## INSTRUCTIONS FOR THE TASK
The entries below contain a stretch that opens with the line containing "const filter = filterOfAddress(search);" and closes with the line containing "expect(screen.getByText('Eyes and ears.')).toBeVisible();"; set down that stretch exactly, both ends included, and nothing else.
....
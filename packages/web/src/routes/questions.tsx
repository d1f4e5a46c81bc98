import { canAskIn, hasDesk, type Me } from '@rivetside/shared';
import type { QueryClient } from '@tanstack/react-query';
import { useQueries, useQuery } from '@tanstack/react-query';
import { type LoaderFunctionArgs, useSearchParams } from 'react-router-dom';
import type { Choice } from '../components/field';
import { PageCard } from '../components/page-card';
import { chapterList } from '../features/bench/queries';
import { kitList, kitSections } from '../features/kits/queries';
import { addressOfFilter, filterOfAddress } from '../features/questions/filter-of-address';
import { type QuestionFilter, questionPages } from '../features/questions/queries';
import { QuestionBrowser } from '../features/questions/question-browser';
import { Ways } from '../features/questions/ways';
import { useLiveQuestions } from '../features/questions/use-live-questions';
import { usePageTitle } from '../lib/page-title';
import { useActor } from '../lib/session';

export const handle = { crumbs: () => [{ label: 'Questions' }] };

/** Begun, not waited for: the page stands at once and its lines come. */
export const loader =
  (queryClient: QueryClient) =>
  ({ request }: LoaderFunctionArgs) => {
    const { searchParams } = new URL(request.url);
    void queryClient.prefetchInfiniteQuery(questionPages(filterOfAddress(searchParams)));
    return null;
  };

export function Component() {
  usePageTitle('Questions');
  useLiveQuestions();
  const me = useActor();
  const [search, setSearch] = useSearchParams();
  const filter = filterOfAddress(search);
  const chapters = useQuery(chapterList).data?.items ?? [];
  const handleChange = (next: QuestionFilter) =>
    setSearch(addressOfFilter(next), { replace: true, preventScrollReset: true });
  return (
    <>
      <h1 className="unseen">Questions</h1>
      <PageCard title="By what they wait for" aside={<Ways mayAsk={mayAsk(me)} hasDesk={hasDesk(me)} />}>
        <QuestionBrowser
          filter={filter}
          onChange={handleChange}
          sections={useSectionChoices()}
          chapters={chapters.map(({ id, name }) => ({ value: id, label: name }))}
          mayAsk={mayAsk(me)}
        />
      </PageCard>
    </>
  );
}

function mayAsk(me: Me): boolean {
  return me.memberships.some(({ chapterId }) => canAskIn(me, chapterId));
}

/** Where there is more than one kit a section is named with its own. */
function useSectionChoices(): Choice[] {
  const kits = useQuery(kitList).data?.items ?? [];
  const answers = useQueries({ queries: kits.map(({ id }) => kitSections(id)) });
  return kits.flatMap((kit, at) =>
    (answers[at]?.data?.items ?? []).map(({ id, name }) => ({
      value: id,
      label: kits.length > 1 ? `${kit.name}, ${name}` : name,
    })),
  );
}
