describe('reading a sheet', () => {
  it('shows place, numbers, fix and stamp as they stand', async () => {
    serve(makeSheet({ state: 'endorsed', fixes: [makeFix({ endorsements: [makeStamp()] })] }));
    renderRoute(address);
    expect(await screen.findByRole('heading', { level: 1, name: makeSheet().title })).toBeVisible();
    expect(screen.getByRole('table', { name: /Fit check/ })).toBeVisible();
    expect(screen.getByRole('heading', { name: 'Open to #21 and drive one AD5' })).toBeVisible();
    expect(screen.getByText('Eyes and ears.')).toBeVisible();
    expect(screen.getByRole('img', { name: /Stamp M-08, Dezso Harrowmeck/ })).toBeInTheDocument();
    expect(screen.getByText(/drawing note: note 4; this case only/)).toBeVisible();
  });

  it('says that a question is not there, and nothing more', async () => {
    server.use(http.get(`*/api/questions/${SHEET_ID}`, () => problem({ title: 'Not found' }, 404)));
    renderRoute(address);
    expect(await screen.findByText(/There is no such question, or it is not yours to see/)).toBeVisible();
  });

  it('marks what is new since the reader was here', async () => {
    serve(makeSheet({ events: [1, 2, 3].map((seq) => makeEvent({ seq })), lastSeq: 3, seenSeq: 2 }));
    renderRoute(address);
    const mark = await screen.findByText('new since you were here');
    expect(mark.compareDocumentPosition(screen.getByText('line 2'))).toBe(Node.DOCUMENT_POSITION_PRECEDING);
    expect(mark.compareDocumentPosition(screen.getByText('line 3'))).toBe(Node.DOCUMENT_POSITION_FOLLOWING);
  });
});
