import { hasDesk } from '@rivetside/shared';
import type { QueryClient } from '@tanstack/react-query';
import { NoPermissionPage } from '../components/pages/no-permission-page';
import { DeskRacks } from '../features/desk/desk-racks';
import { deskQuery } from '../features/desk/queries';
import { QuestionList } from '../features/questions/question-list';
import { useLiveQuestions } from '../features/questions/use-live-questions';
import { usePageTitle } from '../lib/page-title';
import { session, useActor } from '../lib/session';

export const handle = { crumbs: () => [{ label: 'Questions', to: '/questions' }, { label: 'Mentor desk' }] };

export const loader = (queryClient: QueryClient) => () => {
  const me = session.me();
  if (me && hasDesk(me)) void queryClient.prefetchQuery(deskQuery);
  return null;
};

export function Component() {
  usePageTitle('Mentor desk');
  return (
    <>
      <h1 className="unseen">Mentor desk</h1>
      {hasDesk(useActor()) ? <OwnDesk /> : <NoPermissionPage />}
    </>
  );
}

const MOVED = [deskQuery.queryKey];

function OwnDesk() {
  useLiveQuestions(MOVED);
  return <DeskRacks show={(rows, label) => <QuestionList rows={rows} label={label} />} />;
}
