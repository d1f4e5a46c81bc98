import { v7 } from 'uuid';

/** UUID v7: opaque to others, in order of making for the database. */
export function newId(): string {
  return v7();
}
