import { Link, useNavigate, useSearchParams } from 'react-router-dom';
import { DemoPeople } from '../features/accounts/demo-people';
import { Door, OtherDoors } from '../features/accounts/form-parts';
import { SignInForm } from '../features/accounts/sign-in-form';
import { usePageTitle } from '../lib/page-title';
import { pageWanted } from '../lib/page-wanted';

export function Component() {
  usePageTitle('Sign in');
  const navigate = useNavigate();
  const [query] = useSearchParams();
  const goOn = () => void navigate(pageWanted(query.get('next')), { replace: true });
  return (
    <Door title="Sign in">
      <SignInForm onSignedIn={goOn} />
      <OtherDoors>
        <Link to="/forgotten">Forgotten password</Link>
        <Link to="/sign-up">Make an account</Link>
      </OtherDoors>
      <DemoPeople onSignedIn={goOn} />
    </Door>
  );
}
....
## TASK SOLUTION
  const filter = filterOfAddress(search);
  const chapters = useQuery(chapterList).data?.items ?? [];
  const handleChange = (next: QuestionFilter) =>
    setSearch(addressOfFilter(next), { replace: true, preventScrollReset: true });
  return (
    <>
      <h1 className="unseen">Questions</h1>
      <PageCard title="By what they wait for" aside={<Ways mayAsk={mayAsk(me)} hasDesk={hasDesk(me)} />}>
        <QuestionBrowser
          filter={filter}
          onChange={handleChange}
          sections={useSectionChoices()}
          chapters={chapters.map(({ id, name }) => ({ value: id, label: name }))}
          mayAsk={mayAsk(me)}
        />
      </PageCard>
    </>
  );
}

function mayAsk(me: Me): boolean {
  return me.memberships.some(({ chapterId }) => canAskIn(me, chapterId));
}

/** Where there is more than one kit a section is named with its own. */
function useSectionChoices(): Choice[] {
  const kits = useQuery(kitList).data?.items ?? [];
  const answers = useQueries({ queries: kits.map(({ id }) => kitSections(id)) });
  return kits.flatMap((kit, at) =>
    (answers[at]?.data?.items ?? []).map(({ id, name }) => ({
      value: id,
      label: kits.length > 1 ? `${kit.name}, ${name}` : name,
    })),
  );
}
describe('reading a sheet', () => {
  it('shows place, numbers, fix and stamp as they stand', async () => {
    serve(makeSheet({ state: 'endorsed', fixes: [makeFix({ endorsements: [makeStamp()] })] }));
    renderRoute(address);
    expect(await screen.findByRole('heading', { level: 1, name: makeSheet().title })).toBeVisible();
    expect(screen.getByRole('table', { name: /Fit check/ })).toBeVisible();
    expect(screen.getByRole('heading', { name: 'Open to #21 and drive one AD5' })).toBeVisible();
    expect(screen.getByText('Eyes and ears.')).toBeVisible();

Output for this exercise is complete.